= What is being asked =
Locate all lines in the data below that hold "askToConfirm" and show them.

Recorded data Block Start

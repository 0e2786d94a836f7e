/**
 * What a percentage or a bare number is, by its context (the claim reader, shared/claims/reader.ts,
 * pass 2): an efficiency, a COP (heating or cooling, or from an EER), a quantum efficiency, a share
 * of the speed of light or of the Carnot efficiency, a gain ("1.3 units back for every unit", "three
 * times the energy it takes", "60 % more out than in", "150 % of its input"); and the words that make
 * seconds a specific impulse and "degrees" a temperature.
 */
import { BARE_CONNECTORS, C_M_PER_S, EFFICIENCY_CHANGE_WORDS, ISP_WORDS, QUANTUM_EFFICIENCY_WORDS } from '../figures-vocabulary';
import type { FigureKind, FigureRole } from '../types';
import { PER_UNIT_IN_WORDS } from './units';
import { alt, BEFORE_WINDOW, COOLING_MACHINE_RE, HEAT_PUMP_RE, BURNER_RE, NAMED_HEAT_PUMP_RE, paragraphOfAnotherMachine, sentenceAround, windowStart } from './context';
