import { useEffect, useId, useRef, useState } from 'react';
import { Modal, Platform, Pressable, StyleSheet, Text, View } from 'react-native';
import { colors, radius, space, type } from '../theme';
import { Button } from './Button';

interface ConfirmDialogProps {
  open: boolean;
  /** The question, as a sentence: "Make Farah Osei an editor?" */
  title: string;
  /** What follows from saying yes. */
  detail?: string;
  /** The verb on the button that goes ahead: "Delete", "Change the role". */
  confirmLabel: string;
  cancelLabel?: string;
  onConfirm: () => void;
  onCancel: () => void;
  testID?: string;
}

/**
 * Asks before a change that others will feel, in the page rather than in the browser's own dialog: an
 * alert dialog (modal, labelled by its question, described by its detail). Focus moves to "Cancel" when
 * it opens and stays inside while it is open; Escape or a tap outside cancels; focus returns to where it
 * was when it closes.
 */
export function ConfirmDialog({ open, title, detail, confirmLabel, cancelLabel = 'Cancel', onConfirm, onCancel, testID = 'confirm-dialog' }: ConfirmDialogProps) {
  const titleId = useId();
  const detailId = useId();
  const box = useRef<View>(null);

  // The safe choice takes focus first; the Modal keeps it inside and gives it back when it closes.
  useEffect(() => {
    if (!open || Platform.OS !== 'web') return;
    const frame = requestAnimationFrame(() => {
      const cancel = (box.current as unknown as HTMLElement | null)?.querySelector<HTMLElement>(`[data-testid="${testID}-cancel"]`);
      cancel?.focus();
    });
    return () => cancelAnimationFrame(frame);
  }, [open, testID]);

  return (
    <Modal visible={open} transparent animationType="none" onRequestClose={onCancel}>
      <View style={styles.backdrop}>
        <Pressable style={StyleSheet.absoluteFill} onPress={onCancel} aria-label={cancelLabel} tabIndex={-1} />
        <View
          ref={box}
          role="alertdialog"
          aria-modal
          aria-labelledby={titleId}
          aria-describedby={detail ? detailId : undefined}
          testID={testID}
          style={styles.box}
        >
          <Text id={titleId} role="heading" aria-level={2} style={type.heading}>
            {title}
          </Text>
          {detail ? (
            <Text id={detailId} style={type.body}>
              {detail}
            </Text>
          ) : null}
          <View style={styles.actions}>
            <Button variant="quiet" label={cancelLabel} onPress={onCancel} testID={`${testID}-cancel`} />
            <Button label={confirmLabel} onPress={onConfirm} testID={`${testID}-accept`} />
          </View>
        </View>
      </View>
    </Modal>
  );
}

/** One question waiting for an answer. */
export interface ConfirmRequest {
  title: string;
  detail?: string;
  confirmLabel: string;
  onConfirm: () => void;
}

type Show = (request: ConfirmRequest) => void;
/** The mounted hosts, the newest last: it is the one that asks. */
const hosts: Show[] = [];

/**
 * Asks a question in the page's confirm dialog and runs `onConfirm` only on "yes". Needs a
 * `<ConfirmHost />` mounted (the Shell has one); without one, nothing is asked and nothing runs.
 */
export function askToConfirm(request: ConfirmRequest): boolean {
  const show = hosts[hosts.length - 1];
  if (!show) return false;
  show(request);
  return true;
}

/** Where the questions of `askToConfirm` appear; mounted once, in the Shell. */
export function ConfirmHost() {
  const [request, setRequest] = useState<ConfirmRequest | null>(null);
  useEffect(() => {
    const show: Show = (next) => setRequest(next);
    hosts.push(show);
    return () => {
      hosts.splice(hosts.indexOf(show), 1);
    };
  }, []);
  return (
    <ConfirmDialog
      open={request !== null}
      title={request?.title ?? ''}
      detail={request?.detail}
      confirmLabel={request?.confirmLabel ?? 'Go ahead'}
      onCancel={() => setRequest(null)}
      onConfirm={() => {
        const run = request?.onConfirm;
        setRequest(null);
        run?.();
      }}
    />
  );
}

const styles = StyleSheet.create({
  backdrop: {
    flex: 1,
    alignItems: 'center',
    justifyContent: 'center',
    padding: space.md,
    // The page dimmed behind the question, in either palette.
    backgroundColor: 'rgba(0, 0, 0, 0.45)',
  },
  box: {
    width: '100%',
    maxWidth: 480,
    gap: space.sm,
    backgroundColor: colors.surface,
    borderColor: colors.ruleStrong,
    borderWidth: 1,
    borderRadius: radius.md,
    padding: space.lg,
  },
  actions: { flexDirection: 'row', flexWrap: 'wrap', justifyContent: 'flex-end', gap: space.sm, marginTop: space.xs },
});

Recorded data Block End
Recorded data Block Start

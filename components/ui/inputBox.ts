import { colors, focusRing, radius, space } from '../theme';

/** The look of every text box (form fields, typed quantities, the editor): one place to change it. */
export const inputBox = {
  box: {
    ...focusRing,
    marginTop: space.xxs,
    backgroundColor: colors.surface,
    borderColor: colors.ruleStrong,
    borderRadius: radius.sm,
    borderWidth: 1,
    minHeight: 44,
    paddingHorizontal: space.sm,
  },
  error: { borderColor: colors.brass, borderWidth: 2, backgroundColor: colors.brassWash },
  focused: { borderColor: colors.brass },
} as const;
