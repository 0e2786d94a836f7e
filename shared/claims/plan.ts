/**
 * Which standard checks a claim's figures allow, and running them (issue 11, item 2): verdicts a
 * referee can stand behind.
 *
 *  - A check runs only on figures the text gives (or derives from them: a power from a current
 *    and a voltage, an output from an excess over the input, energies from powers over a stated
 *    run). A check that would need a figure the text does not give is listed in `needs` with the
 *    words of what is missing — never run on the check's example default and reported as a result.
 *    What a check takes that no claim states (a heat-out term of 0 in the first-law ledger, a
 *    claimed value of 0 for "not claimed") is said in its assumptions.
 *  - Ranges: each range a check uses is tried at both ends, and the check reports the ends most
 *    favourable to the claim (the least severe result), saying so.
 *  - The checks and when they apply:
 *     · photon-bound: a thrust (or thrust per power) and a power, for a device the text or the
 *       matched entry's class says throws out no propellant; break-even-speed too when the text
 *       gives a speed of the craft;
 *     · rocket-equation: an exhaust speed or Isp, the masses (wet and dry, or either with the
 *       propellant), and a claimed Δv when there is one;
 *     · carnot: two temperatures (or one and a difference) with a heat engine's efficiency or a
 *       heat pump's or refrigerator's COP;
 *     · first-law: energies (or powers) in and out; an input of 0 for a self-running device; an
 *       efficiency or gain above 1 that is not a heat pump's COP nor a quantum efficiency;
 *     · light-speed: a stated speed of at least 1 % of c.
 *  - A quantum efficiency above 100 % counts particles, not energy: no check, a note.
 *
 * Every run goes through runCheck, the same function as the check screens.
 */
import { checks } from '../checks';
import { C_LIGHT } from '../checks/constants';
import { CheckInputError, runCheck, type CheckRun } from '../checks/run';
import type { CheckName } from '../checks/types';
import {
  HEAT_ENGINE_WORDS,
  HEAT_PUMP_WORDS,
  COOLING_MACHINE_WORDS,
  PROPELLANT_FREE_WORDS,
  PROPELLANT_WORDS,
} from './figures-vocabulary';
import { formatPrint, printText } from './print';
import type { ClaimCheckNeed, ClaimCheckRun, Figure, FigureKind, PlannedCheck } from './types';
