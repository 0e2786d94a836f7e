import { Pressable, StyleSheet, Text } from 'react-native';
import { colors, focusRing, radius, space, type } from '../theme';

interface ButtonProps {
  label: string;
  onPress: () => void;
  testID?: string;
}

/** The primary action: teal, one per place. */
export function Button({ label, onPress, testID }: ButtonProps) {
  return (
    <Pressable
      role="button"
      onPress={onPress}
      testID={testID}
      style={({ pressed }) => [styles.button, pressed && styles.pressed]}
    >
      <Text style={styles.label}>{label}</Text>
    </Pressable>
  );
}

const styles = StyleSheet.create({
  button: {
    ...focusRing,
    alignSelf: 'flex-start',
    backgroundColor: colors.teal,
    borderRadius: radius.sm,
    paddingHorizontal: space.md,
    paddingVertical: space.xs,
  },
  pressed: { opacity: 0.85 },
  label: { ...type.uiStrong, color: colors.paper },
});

Recorded data Block End

= Result of this exercise =
export function askToConfirm(request: ConfirmRequest): boolean {
/** Where the questions of `askToConfirm` appear; mounted once, in the Shell. */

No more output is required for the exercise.